The Mormon religion's official name is The Church of Jesus Christ of Latter Day Saints.  The record for "latter_day_saints is also another method of identifying as Mormon.  I will also exclude the foursquare record, and that may be an error.  The updated numbers are:

|Religion|Total|
|--|--|
|baptist|6|
|catholic|2|
|jehovahs_witness|1|
|lutheran|3|
|mormon|76|
|presbyterian|3|

There are 91 total records that indicate a denomination, of those 76 are Mormon, or 84%.  This supports the observation of a predominantly Mormon population in this area.

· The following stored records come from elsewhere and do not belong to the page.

// bine swap: what to use instead of a sold-out variety, from the catalog or from the lots on hand,
// and how much of it.
#include <fmt/format.h>

#include <memory>

#include "cli/commands.hpp"
#include "cli/html_output.hpp"
#include "cli/option_values.hpp"
#include "engine/hop_index.hpp"
#include "engine/substitutes.hpp"
#include "io/file_io.hpp"
#include "io/limits.hpp"
#include "io/loaders.hpp"
#include "report/html_reports.hpp"
#include "report/swap_report.hpp"

namespace bine::cli {
namespace {

struct SwapOptions {
  std::string variety;
  std::string purpose = "aroma";
  std::string stock;
  std::string on;
  std::string top;
  bool pairs = false;
  bool json = false;
  std::string html;
};

struct SwapArgs {
  SwapRequest request;  // without catalog data; the stock is attached once loaded
  BrewDay brew_day;
  std::string stock;
  bool json = false;
  std::string html;
};

SwapArgs parse_swap_args(const SwapOptions& options) {
  OptionReader reader;
  SwapArgs args;
  args.stock = options.stock;
  args.json = options.json;
  args.html = options.html;
  args.request.missing = options.variety;
  args.request.pairs = options.pairs;
  if (const auto purpose = swap_purpose_from(options.purpose))
    args.request.purpose = *purpose;
  else
    reader.add(fmt::format("--for: \"{}\": unknown question (expected aroma or bittering)", options.purpose));
  if (auto top = reader.count("--top", options.top, limits::substitutes_listed, 5)) args.request.top = *top;
  if (auto on = reader.brew_day(options.on)) {
    args.brew_day = *on;
    args.request.on = on->date;
  }
  reader.require(options.on.empty() || !options.stock.empty(),
                 fmt::format("--on: {}: only used with --stock (expected --stock FILE to age its lots)", options.on));
  reader.throw_if_any();
  return args;
}

void run_swap(const Console& console, const GlobalOptions& globals, SwapArgs args) {
  use_single_thread();  // one query: threads would only add start-up time
  // 1. Load: lexicon and catalogs, and the stock file when given.
  const DataSet data = load_data(globals, console);
  Stock stock;
  if (!args.stock.empty()) {
    stock = load_stock(args.stock);
    if (stock.name.empty()) stock.name = args.stock;
    args.request.stock = &stock;
  }
  // 2. Compute: vectorise, index, search, re-score, amount factors, pairs.
  SwapResult result = [&] {
    const auto timer = console.time("vectorise, index and rank");
    return find_substitutes(data.catalog, data.lexicon, args.request);
  }();
  if (result.from_stock && args.brew_day.from_clock)
    result.notes.push_back(
        fmt::format("lot alpha aged to today, {} (set --on DATE for the brew day)", format_date(args.brew_day.date)));
  if (data.catalog.demo)
    result.notes.push_back("the shipped catalog is invented demo data: load your own with --catalog FILE for brewing");
  // 3. Render.
  const auto timer = console.time("render");
  const bool pairs = args.request.pairs;
  write_html(args.html,
             [&] { return swap_html(result, globals.unit_system(), pairs, page_meta(&data, "", args.stock)); });
  print_result(
      console, args.json, [&] { return swap_to_json(result, pairs); },
      [&](std::ostream& out) { render_swap(out, result, globals.unit_system(), pairs); });
}

}  // namespace

void setup_swap_command(CLI::App& app, const GlobalOptions& globals, CommandTable& commands) {
  auto options = std::make_shared<SwapOptions>();
  auto* swap = app.add_subcommand("swap", "find substitutes for a variety you cannot get, and how much to use");
  swap->add_option("VARIETY", options->variety, "the variety to replace (case and accents do not matter)")->required();
  swap->add_option("--for", options->purpose, "the job the hop does: aroma (default) or bittering");
  swap->add_option("--stock", options->stock, "only lots on hand in this stock file, with their alpha today");
  swap->add_option("--on", options->on, "brew day, YYYY-MM-DD, to age stock lots to (default: today)");
  swap->add_option("--top", options->top, "how many substitutes to list (1-100, default 5)");
  swap->add_flag("--pairs", options->pairs, "also two-variety blends that match better than any single substitute");
  swap->add_flag("--json", options->json, "print one JSON document instead of tables");
  add_html_option(swap, options->html);
  swap->footer(
      "Similarity 0-100 weighs aroma, oil composition and chemistry (aroma question) or alpha,\n"
      "cohumulone and beta (bittering question). The amount factor is grams of substitute per gram\n"
      "of the missing variety: oil ratio for aroma, alpha ratio for bittering (so IBU holds).\n\n"
      "Examples:\n"
      "  bine swap Tidewell\n"
      "  bine swap Tidewell --stock stock.json --on 2026-12-01 --pairs\n"
      "  bine swap Keelstone --for bittering --top 3 --json\n"
      "  bine --units us swap Tidewell --html tidewell.html");
  commands.add(swap,
               [&globals, options](const Console& console) { run_swap(console, globals, parse_swap_args(*options)); });
}

}  // namespace bine::cli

### Possible improvements of data

The religion data provided two records that appear suspect.  This would be one possible way to improve the data, to update the latter_day_saint data to mormon, and to remove the foursquare record.  The impact of this change would be small, as it's only 2 records.  But applied to a larger area of Salt Lake City, or the Wastach Front would have positive impact.  The method for fixing this would be similar to the street type example earlier. A dicitonary of observed values would be created and a mapping used to correct and update any inconsistent values.  Religion can be a sensitive topic, and changing the values to something else could offend the users that imput the data.  Making modifications to religion data may provide cleaner summaries, but by changing the identified religion it may misrepresent how the population actually identifies.